__Required action__
Start to finish, repeat the records exactly.

__Provided data__

########

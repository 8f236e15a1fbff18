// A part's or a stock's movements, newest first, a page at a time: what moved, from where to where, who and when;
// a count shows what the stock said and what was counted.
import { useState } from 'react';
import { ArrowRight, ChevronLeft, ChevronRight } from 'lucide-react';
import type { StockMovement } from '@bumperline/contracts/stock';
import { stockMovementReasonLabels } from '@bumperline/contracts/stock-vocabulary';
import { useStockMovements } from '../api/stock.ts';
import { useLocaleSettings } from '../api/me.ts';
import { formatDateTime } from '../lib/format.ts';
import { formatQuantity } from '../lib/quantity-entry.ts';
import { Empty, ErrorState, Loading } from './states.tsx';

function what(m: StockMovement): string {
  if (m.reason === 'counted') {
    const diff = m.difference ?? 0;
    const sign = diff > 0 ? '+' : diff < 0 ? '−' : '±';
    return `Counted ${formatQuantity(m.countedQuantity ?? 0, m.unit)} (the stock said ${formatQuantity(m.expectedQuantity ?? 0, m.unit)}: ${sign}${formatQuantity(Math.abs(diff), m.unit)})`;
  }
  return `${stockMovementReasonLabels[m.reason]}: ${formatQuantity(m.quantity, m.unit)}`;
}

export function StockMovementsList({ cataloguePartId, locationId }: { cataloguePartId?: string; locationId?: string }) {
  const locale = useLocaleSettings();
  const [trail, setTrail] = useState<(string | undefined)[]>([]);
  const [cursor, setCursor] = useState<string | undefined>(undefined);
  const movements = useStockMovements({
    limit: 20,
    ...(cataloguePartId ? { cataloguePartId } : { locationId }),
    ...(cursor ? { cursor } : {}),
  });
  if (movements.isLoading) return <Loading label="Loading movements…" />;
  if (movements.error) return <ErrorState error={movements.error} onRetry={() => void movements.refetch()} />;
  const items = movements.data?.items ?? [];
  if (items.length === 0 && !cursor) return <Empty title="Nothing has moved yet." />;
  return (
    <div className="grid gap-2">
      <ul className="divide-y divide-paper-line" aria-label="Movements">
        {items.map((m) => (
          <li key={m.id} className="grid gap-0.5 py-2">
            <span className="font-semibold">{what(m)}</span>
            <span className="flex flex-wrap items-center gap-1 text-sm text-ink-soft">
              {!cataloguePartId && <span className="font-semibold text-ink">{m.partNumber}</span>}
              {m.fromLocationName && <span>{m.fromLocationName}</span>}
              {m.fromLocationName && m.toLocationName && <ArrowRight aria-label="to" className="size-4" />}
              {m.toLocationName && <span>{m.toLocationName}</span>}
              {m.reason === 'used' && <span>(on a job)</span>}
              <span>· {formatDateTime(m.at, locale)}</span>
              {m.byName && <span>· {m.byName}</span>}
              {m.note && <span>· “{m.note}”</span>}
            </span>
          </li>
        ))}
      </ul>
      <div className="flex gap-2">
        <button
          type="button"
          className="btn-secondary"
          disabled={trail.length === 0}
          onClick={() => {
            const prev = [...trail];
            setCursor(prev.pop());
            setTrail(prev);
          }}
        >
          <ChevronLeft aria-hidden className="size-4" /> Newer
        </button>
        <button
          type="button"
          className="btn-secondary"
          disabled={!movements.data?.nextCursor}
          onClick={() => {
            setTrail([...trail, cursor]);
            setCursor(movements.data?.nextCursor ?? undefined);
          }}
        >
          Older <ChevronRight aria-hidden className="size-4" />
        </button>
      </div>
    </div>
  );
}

########

__Response for this exercise__
repository 8f236e15a1fbff18
// A part's or a stock's movements, newest first, a page at a time: what moved, from where to where, who and when;
// a count shows what the stock said and what was counted.
import { useState } from 'react';
import { ArrowRight, ChevronLeft, ChevronRight } from 'lucide-react';
import type { StockMovement } from '@bumperline/contracts/stock';
import { stockMovementReasonLabels } from '@bumperline/contracts/stock-vocabulary';
import { useStockMovements } from '../api/stock.ts';
import { useLocaleSettings } from '../api/me.ts';
import { formatDateTime } from '../lib/format.ts';
import { formatQuantity } from '../lib/quantity-entry.ts';
import { Empty, ErrorState, Loading } from './states.tsx';

function what(m: StockMovement): string {
  if (m.reason === 'counted') {
    const diff = m.difference ?? 0;
    const sign = diff > 0 ? '+' : diff < 0 ? '−' : '±';
    return `Counted ${formatQuantity(m.countedQuantity ?? 0, m.unit)} (the stock said ${formatQuantity(m.expectedQuantity ?? 0, m.unit)}: ${sign}${formatQuantity(Math.abs(diff), m.unit)})`;
  }
  return `${stockMovementReasonLabels[m.reason]}: ${formatQuantity(m.quantity, m.unit)}`;
}

export function StockMovementsList({ cataloguePartId, locationId }: { cataloguePartId?: string; locationId?: string }) {
  const locale = useLocaleSettings();
  const [trail, setTrail] = useState<(string | undefined)[]>([]);
  const [cursor, setCursor] = useState<string | undefined>(undefined);
  const movements = useStockMovements({
    limit: 20,
    ...(cataloguePartId ? { cataloguePartId } : { locationId }),
    ...(cursor ? { cursor } : {}),
  });
  if (movements.isLoading) return <Loading label="Loading movements…" />;
  if (movements.error) return <ErrorState error={movements.error} onRetry={() => void movements.refetch()} />;
  const items = movements.data?.items ?? [];
  if (items.length === 0 && !cursor) return <Empty title="Nothing has moved yet." />;
  return (
    <div className="grid gap-2">
      <ul className="divide-y divide-paper-line" aria-label="Movements">
        {items.map((m) => (
          <li key={m.id} className="grid gap-0.5 py-2">
            <span className="font-semibold">{what(m)}</span>
            <span className="flex flex-wrap items-center gap-1 text-sm text-ink-soft">
              {!cataloguePartId && <span className="font-semibold text-ink">{m.partNumber}</span>}
              {m.fromLocationName && <span>{m.fromLocationName}</span>}
              {m.fromLocationName && m.toLocationName && <ArrowRight aria-label="to" className="size-4" />}
              {m.toLocationName && <span>{m.toLocationName}</span>}
              {m.reason === 'used' && <span>(on a job)</span>}
              <span>· {formatDateTime(m.at, locale)}</span>
              {m.byName && <span>· {m.byName}</span>}
              {m.note && <span>· “{m.note}”</span>}
            </span>
          </li>
        ))}
      </ul>
      <div className="flex gap-2">
        <button
          type="button"
          className="btn-secondary"
          disabled={trail.length === 0}
          onClick={() => {
            const prev = [...trail];
            setCursor(prev.pop());
            setTrail(prev);
          }}
        >
          <ChevronLeft aria-hidden className="size-4" /> Newer
        </button>
        <button
          type="button"
          className="btn-secondary"
          disabled={!movements.data?.nextCursor}
          onClick={() => {
            setTrail([...trail, cursor]);
            setCursor(movements.data?.nextCursor ?? undefined);
          }}
        >
          Older <ChevronRight aria-hidden className="size-4" />
        </button>
      </div>
    </div>
  );
}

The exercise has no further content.